Facebook blokuje konta Holendrom

Facebook blokuje konta Holendrom

Holandia to otwarty i tolerancyjny kraj, w którym mieszkają ludzie z różnych zakątków świata. W grupie tej znajdują się również muzułmanie, którzy wyjechali do Niderlandów, by szukać lepszego życia. Gdy jednak po przejęciu władzy przez Talibów w Afganistanie ludzie ci zaczęli pisać pochlebne komentarze na ich temat, Facebook zablokował im konta. Holandia na to pozwala, Facebook już nie.

Niemiła niespodzianka

Jedną z osób, która skończyła z 30-dniowym banem na tę popularną platformę społecznościową, był radny Islamskiej Partii Jedności w Hadze. Mężczyzna ten, gdy Talibowie przejęli władzę w Afganistanie, chwalił ich działania i cieszył się z tego, iż grupa ta znów wprowadzi kalifat i prawo szariatu.
Podobny los spotkał salafickiego nauczyciela pracującego w jednej ze szkół w krainie tulipanów.
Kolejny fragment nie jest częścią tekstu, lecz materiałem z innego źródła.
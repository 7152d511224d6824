#!/usr/bin/python3
"""End-to-end tests of `riskbound select` and `riskbound plan` against a live
riskbound-server: tables, JSON, the SVG plot, values against outside sources,
and every exit code the two commands document.

The server runs on an ephemeral loopback port; each test runs the CLI binary
as a pipeline would and checks stdout, stderr and the exit code.
"""
import csv
import json
import math
import os
import subprocess
import tempfile
import unittest

import xml.etree.ElementTree as ET

import harness

HERE = os.path.dirname(os.path.abspath(__file__))
# The demo structure (an invented parcel company's nested models).
STRUCTURE = os.path.normpath(os.path.join(HERE, "..", "..", "examples", "fernhill",
                                          "structure.json"))
FIXTURES = os.path.normpath(os.path.join(HERE, "..", "reference", "fixtures"))
# Route-delay trees ranked by fitted effective VC dimensions (heuristic mode).
FITTED = os.path.normpath(os.path.join(HERE, "..", "..", "examples", "fernhill", "requests",
                                       "route-trees-fitted-structure.json"))
SVG = "{http://www.w3.org/2000/svg}"


def cli(*args, stdin=None, server=True):
    return harness.run_cli(*args, stdin=stdin, server=server, timeout=120)


def vc_bound(errors, m, h, eta):
    """Vapnik's additive bound, conservative form (+1/m), written out from
    Vapnik (1998) Ch. 4 and Burges (1998) eq. 3 (+1/m: Vapnik 1998 Thm 4.1,
    from memory)."""
    conf = math.sqrt((h * (math.log(2 * m / h) + 1) - math.log(eta / 4)) / m) + 1 / m
    return min(1.0, errors / m + conf)


def points(polyline):
    return [tuple(float(v) for v in p.split(",")) for p in polyline.get("points").split()]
Mężczyzna miał napisać, iż Allach dał zwycięstwo Talibom nad Ameryką i jej pobratymcami. Człowiek ten nie skończył jednak z samym banem. Jego konto zostało całkowicie usunięte. Najprawdopodobniej bowiem już wcześniej wyłapał on blokady konta za podobne wypowiedzi. Oprócz przytoczonych tu dwóch przypadków Facebook miał zbanować lub trwale usunąć jeszcze od kilku do kilkunastu innych kont miłośników Talibów i ostrego prawa religijnego.

 

Cenzura

Podobny los spotkał również ortodoksyjnego kaznodzieję z jednego z Niderlandzkich meczetów. Ten jednak nie pozostawił sprawy samej sobie. Rozgłosił, iż Facebook wprowadził cenzurę, a potem założył nowe konto.

Wolność słowa

Sytuacja ta rozbudziła małą burzę w niderlandzkiej sieci. Część ludzi wskazuje, iż każdy ma prawo do wolności słowa i przedstawiania swoich poglądów. Inni uważają, że pochwalanie rządów, które utożsamia się z pozbawieniem praw kobiet i jawną wrogością wobec niewiernych nie jest fair. Sam Facebook wskazuje na swój regulamin, w którym wyraźnie jest wskazane, iż można uzyskać bana za publikację treści zabronionych, w tym między innymi tych o charakterze rasistowskich, ksenofobicznym czy nawołującym do przemocy.

 

Zachodni paradoks

Sprawa ta ma również drugie dno. Część Holendrów zastanawia się nad zachowaniem tych ludzi. Muzułmanie przybyli do tego kraju, by odnaleźć lepsze życie, uciekając przed biedą, nędzą i zasadami panującymi w Iraku, Afganistanie, Iranie czy innych państwach Bliskiego Wschodu. Gdy jednak znaleźli się już w tym „zgniłym, niewiernym zachodzie” cieszą się, iż w państwach ich obszaru cofane są reformy mające prowadzić kraje ku zachodnim normom i powraca się do prawa szariatu. Wedle wielu jest to tak samo obłudne jak ucieczka „na zachód” za lepszym życiem i domaganie się wprowadzenia tam takich samych zasad jak z kraju, którego się uciekło.